### [Directions for this task]
Go through the data and retrieve each line that includes the string "refuse".

### [Input material]
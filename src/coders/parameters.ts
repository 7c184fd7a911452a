import { InputError } from '../errors/errors.ts';
import { nearestWord } from '../errors/nearest.ts';

/**
 * How a parameter is declared.
 * - `integer`: min … max; a candidate may give a range `a..b`.
 * - `word`: one of `words`; a word that ends in `:X` takes a positive rational after the colon (`add:1/256`, `add:0.05`). A
 *   `bare` one is written without its key.
 * - `text`: of a form that the coder reads itself; left out unless given. It holds no comma and no `=`.
 */
export type ParameterDeclaration =
  | {
      readonly key: string;
      readonly kind: 'integer';
      readonly min: number;
      readonly max: number;
      /** Absent: the parameter must be given. `undefined` in the values means "the coder chooses". */
      readonly standard?: number;
      readonly optional?: boolean;
      readonly summary: string;
    }
  | {
      readonly key: string;
      readonly kind: 'word';
      readonly words: readonly string[];
      readonly standard: string;
      readonly bare?: boolean;
      readonly summary: string;
    }
  | {
      readonly key: string;
      readonly kind: 'text';
      /** How it is written, in words. */
      readonly form: string;
      readonly example: string;
      readonly standard?: undefined;
      readonly summary: string;
    };

export type ParameterValue = number | string;
export type ParameterValues = Readonly<Record<string, ParameterValue>>;

/** A positive rational as two integers, p / q in lowest terms. */
export interface Rational {
  readonly p: number;
  readonly q: number;
}

function greatestCommonDivisor(a: number, b: number): number {
  return b === 0 ? a : greatestCommonDivisor(b, a % b);
}

/** Reads `3`, `0.05` or `1/256`; undefined when it is no positive rational with parts below 2^20. */
export function parseRational(text: string): Rational | undefined {
  let p: number;
  let q: number;
  const fraction = /^(\d{1,7})\/(\d{1,7})$/.exec(text);
  const decimal = /^(\d{0,6})\.?(\d{0,6})$/.exec(text);
  if (fraction) {
    p = Number(fraction[1]);
    q = Number(fraction[2]);
  } else if (decimal && text !== '' && text !== '.') {
    q = 10 ** decimal[2].length;
    p = Number(decimal[1] || '0') * q + Number(decimal[2] || '0');
  } else {
    return undefined;
  }
  if (p === 0 || q === 0) return undefined;
  const divisor = greatestCommonDivisor(p, q);
  if (p / divisor >= 2 ** 20 || q / divisor >= 2 ** 20) return undefined;
  return { p: p / divisor, q: q / divisor };
}

function refuse(coder: string, key: string, expected: string, got: string): never {
  throw new InputError(`${coder}: the value of ${key} is not allowed`, {
    coder,
    key,
    expected,
    got,
    advice: `bitassay coders ${coder} shows the parameters of ${coder}.`,
  });
}

function checkWord(
  coder: string,
  declaration: ParameterDeclaration & { kind: 'word' },
  text: string,
): string {
  for (const word of declaration.words) {
    if (!word.endsWith(':X')) {
      if (word === text) return text;
      continue;
    }
    const prefix = word.slice(0, -1);
    if (text.startsWith(prefix) && parseRational(text.slice(prefix.length)) !== undefined)
      return text;
  }
  return refuse(coder, declaration.key, declaration.words.join(' | '), text);
}

/**
 * Values of every declared parameter from the texts a candidate gives, defaults filled in. A parameter that is `optional`
 * and not given is left out.
 * @param otherKeys  keys that every coder takes, for the hint when a key is unknown
 * @throws InputError naming the key, what was expected and the nearest key
 */
export function resolveParameters(
  coder: string,
  declarations: readonly ParameterDeclaration[],
  given: Readonly<Record<string, string>>,
  otherKeys: readonly string[] = [],
): ParameterValues {
  const values: Record<string, ParameterValue> = {};
  for (const key of Object.keys(given)) {
    if (declarations.some((d) => d.key === key)) continue;
    const near = nearestWord(key, [...declarations.map((d) => d.key), ...otherKeys]);
    throw new InputError(`${coder} has no parameter ${key}`, {
      coder,
      key,
      expected:
        declarations.length === 0 ? 'no parameters' : declarations.map((d) => d.key).join(', '),
      ...(near === undefined ? {} : { advice: `Did you mean ${near}?` }),
    });
  }
  for (const declaration of declarations) {
    const text = given[declaration.key];
    if (declaration.kind === 'text') {
      if (text === '') refuse(coder, declaration.key, declaration.form, 'nothing');
      if (text !== undefined) values[declaration.key] = text;
      continue;
    }
    if (declaration.kind === 'word') {
      values[declaration.key] =
        text === undefined ? declaration.standard : checkWord(coder, declaration, text);
      continue;
    }
    const expected = `an integer from ${declaration.min} to ${declaration.max}`;
    if (text === undefined) {
      if (declaration.standard !== undefined) values[declaration.key] = declaration.standard;
      else if (declaration.optional !== true) refuse(coder, declaration.key, expected, 'nothing');
      continue;
    }
    const value = Number(text);
    if (!/^\d+$/.test(text) || value < declaration.min || value > declaration.max) {
      refuse(coder, declaration.key, expected, text);
    }
    values[declaration.key] = value;
  }
  return values;
}

/**
 * `key=value`, or the bare word, of every parameter that differs from its default, in declared order; parameters without
 * default always.
 */
export function writeParameters(
  declarations: readonly ParameterDeclaration[],
  values: ParameterValues,
): string {
  const parts: string[] = [];
  for (const declaration of declarations) {
    const value = values[declaration.key];
    if (value === undefined || value === declaration.standard) continue;
    const bare = declaration.kind === 'word' && declaration.bare === true;
    parts.push(bare ? String(value) : `${declaration.key}=${value}`);
  }
  return parts.join(',');
}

### [Completed exercise]
function refuse(coder: string, key: string, expected: string, got: string): never {
  return refuse(coder, declaration.key, declaration.words.join(' | '), text);
      if (text === '') refuse(coder, declaration.key, declaration.form, 'nothing');
      else if (declaration.optional !== true) refuse(coder, declaration.key, expected, 'nothing');
      refuse(coder, declaration.key, expected, text);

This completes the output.